Well, if you are not sure, I am going to give you the correct answer. Pope Leo gave us the answer on the balcony when he was first presented to the world a few weeks ago. It is so simple, yet unbelievably astounding! Who does God love? ‘He loves everybody – everybody – and he loves us without condition!’ I have been preaching those words for most of my priesthood so I almost came out of my chair with delight when he said it! Yes, I was both shocked and relieved!  

One of the parables that most brings this point home to me is the parable of the vineyard workers. The parable of the “Vineyard Workers” is enough to make wine growers all over the world cringe! This parable is not an instruction on to operate a profitable vineyard. If you followed this example, you would be broke in no time! No, it’s a story about how God treats us, a story about God’s unbelievable generosity! For Jesus, the whole purpose of this parable is to shock in order to teach! This parable is insane, according to human thinking, but that’s the whole point of the parable.

Those who had “worked all day in the sun” were the religious authorities. Those “hour before quitting time” workers were the “tax collectors and sinners,” those who felt unworthy in God’s eyes, the simple people who followed Jesus!  You can imagine how both groups reacted when they heard the punch line, “Give them all a full day’s pay!”  “Give them all a full day’s pay!”

This message is very close to the message of another parable, the one we call the Parable of the Prodigal Son. In that story, the father loves both his sons, the one who stayed home and followed all the rules, as well as the one who strayed away and got down with the pigs! The message is simple: God loves all his children, not matter what they have done or failed to do!

The tax collectors, sinners and rejects were delirious with joy when they heard that message!

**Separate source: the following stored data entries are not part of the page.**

@functools.lru_cache(maxsize=64)
def _members_cached(structure: str, g: tuple[int, int, int]) -> tuple[tuple[int, int, int], ...]:
    return tuple(_hex_members(g) if structure == "hcp" else _cubic_members(g))


def _members(structure: str, g) -> list[tuple[int, int, int]]:
    return list(_members_cached(structure, tuple(int(v) for v in g)))


def _metric(structure: str, c_over_a: float | None) -> np.ndarray:
    """Reciprocal metric (conventional units, a = 1) to measure angles between g vectors."""
    if structure != "hcp":
        return np.eye(3)
    ca = c_over_a or math.sqrt(8.0 / 3.0)
    C = np.array([[1.0, 0, 0], [-0.5, math.sqrt(3) / 2, 0], [0, 0, ca]])
    Bi = np.linalg.inv(C).T
    return Bi @ Bi.T


def _metric_dot(Gm: np.ndarray):
    """u . v in the metric ``Gm`` for short integer 3-vectors, in plain Python (no numpy call
    per product: these are evaluated thousands of times on 3-vectors)."""
    (g00, g01, g02), (g10, g11, g12), (g20, g21, g22) = np.asarray(Gm, dtype=float).tolist()

    def dot(u, v) -> float:
        u0, u1, u2 = (float(x) for x in u)
        v0, v1, v2 = (float(x) for x in v)
        return (u0 * (g00 * v0 + g01 * v1 + g02 * v2) + u1 * (g10 * v0 + g11 * v1 + g12 * v2)
                + u2 * (g20 * v0 + g21 * v1 + g22 * v2))

    return dot


@functools.lru_cache(maxsize=8)
def _ideal_metric_dot(structure: str):
    """:func:`_metric_dot` of the structure's metric with the ideal c/a (hcp)."""
    return _metric_dot(_metric(structure, None))


def _structure_key(structure: str) -> str:
    key = str(structure).strip().lower()
    if key not in FAMILIES:
        raise StructureError(
            f"step notation is defined here for {', '.join(STEP_STRUCTURES)} crystals, not {structure!r}."
        )
    return key


def _to_three(miller, structure: str) -> tuple[int, int, int]:
    vals = [int(v) for v in miller]
    if len(vals) == 4:
        if structure != "hcp":
            raise StructureError("four-index Miller-Bravais indices need a hexagonal (hcp) crystal.")
        h, k, i, l = vals
        if i != -(h + k):
            raise StructureError(f"Miller-Bravais indices ({h} {k} {i} {l}) need i = -(h + k) = {-(h + k)}.")
        vals = [h, k, l]
    if len(vals) != 3 or all(v == 0 for v in vals):
        raise StructureError(
            f"Miller indices must be three (or four for hcp) integers, not all zero: {miller!r}."
        )
    g = math.gcd(*vals)
    return tuple(v // g for v in vals)  # type: ignore[return-value]


def _shortest_g(hkl, structure: str) -> np.ndarray:
    """The shortest reciprocal vector of the structure's atomic planes along hkl (integers)."""
    h0, h1, h2 = (int(v) for v in hkl)
    double = False
    if structure == "fcc":
        double = not (h0 % 2 == 1 and h1 % 2 == 1 and h2 % 2 == 1)
    elif structure == "bcc":
        double = (h0 + h1 + h2) % 2 != 0
    elif structure == "hcp":
        double = (h0 - h1) % 3 == 0 and h2 % 2 == 1  # hcp structure factor: h - k = 3n with l odd vanishes
    k = 2 if double else 1
    return np.array([k * h0, k * h1, k * h2], dtype=int)


def _is_multiple(r: np.ndarray, g: np.ndarray) -> int | None:
    """c with r = c g for an integer c >= 1, else None."""
    nz = np.nonzero(g)[0]
    c = Fraction(int(r[nz[0]]), int(g[nz[0]]))
    if c.denominator != 1 or c < 1:
        return None
    if np.array_equal(r, int(c) * g):
        return int(c)
    return None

The Scribes and Pharisees, who taught that God’s love depended on people’s behaviors, were outraged.

One of the worst things to happen to the church was when it started to “conditionalize” this “good news” and started teaching people that God loves you when you are good, quits loving you when you are bad and starts loving you again when you shape up!  It is not uncommon to hear some religious people tone down the “good news” because it is “too dangerous.” I was often criticized at the Cathedral by them when I welcomed home hundreds of fallen away Catholics by preaching this message. Their worst nightmare is that if people really believed the message of the parables and the church really taught it, all hell would break loose! People would start doing any damned thing they wanted! That’s the same thing that worried the Scribes and Pharisees. In reality, the opposite was true in Jesus’ day and the opposite is true in ours! People’s lives are transformed by that message! They are converted by this message! This message inspires them to love others the same way they have been loved by God – friends and enemies alike!  

What do you believe? Are you one of those people who still believes that God’s pays us with love depending how many hours we have loved him? Are you one of those people who still believes that God turns his love on and off depending what we do or fail to do?  If you are, really listen to the message of the parables. If it sounds too good to be true, then you have gotten the message! God’s incredible unconditional love does sound too good to be true, but the fact of the matter is, it is true! “While we were still sinners, Christ died for us!” He didn’t die for us as a reward for our shaping up! While we were still sinners, he died for us!


The Lord takes delight in his people!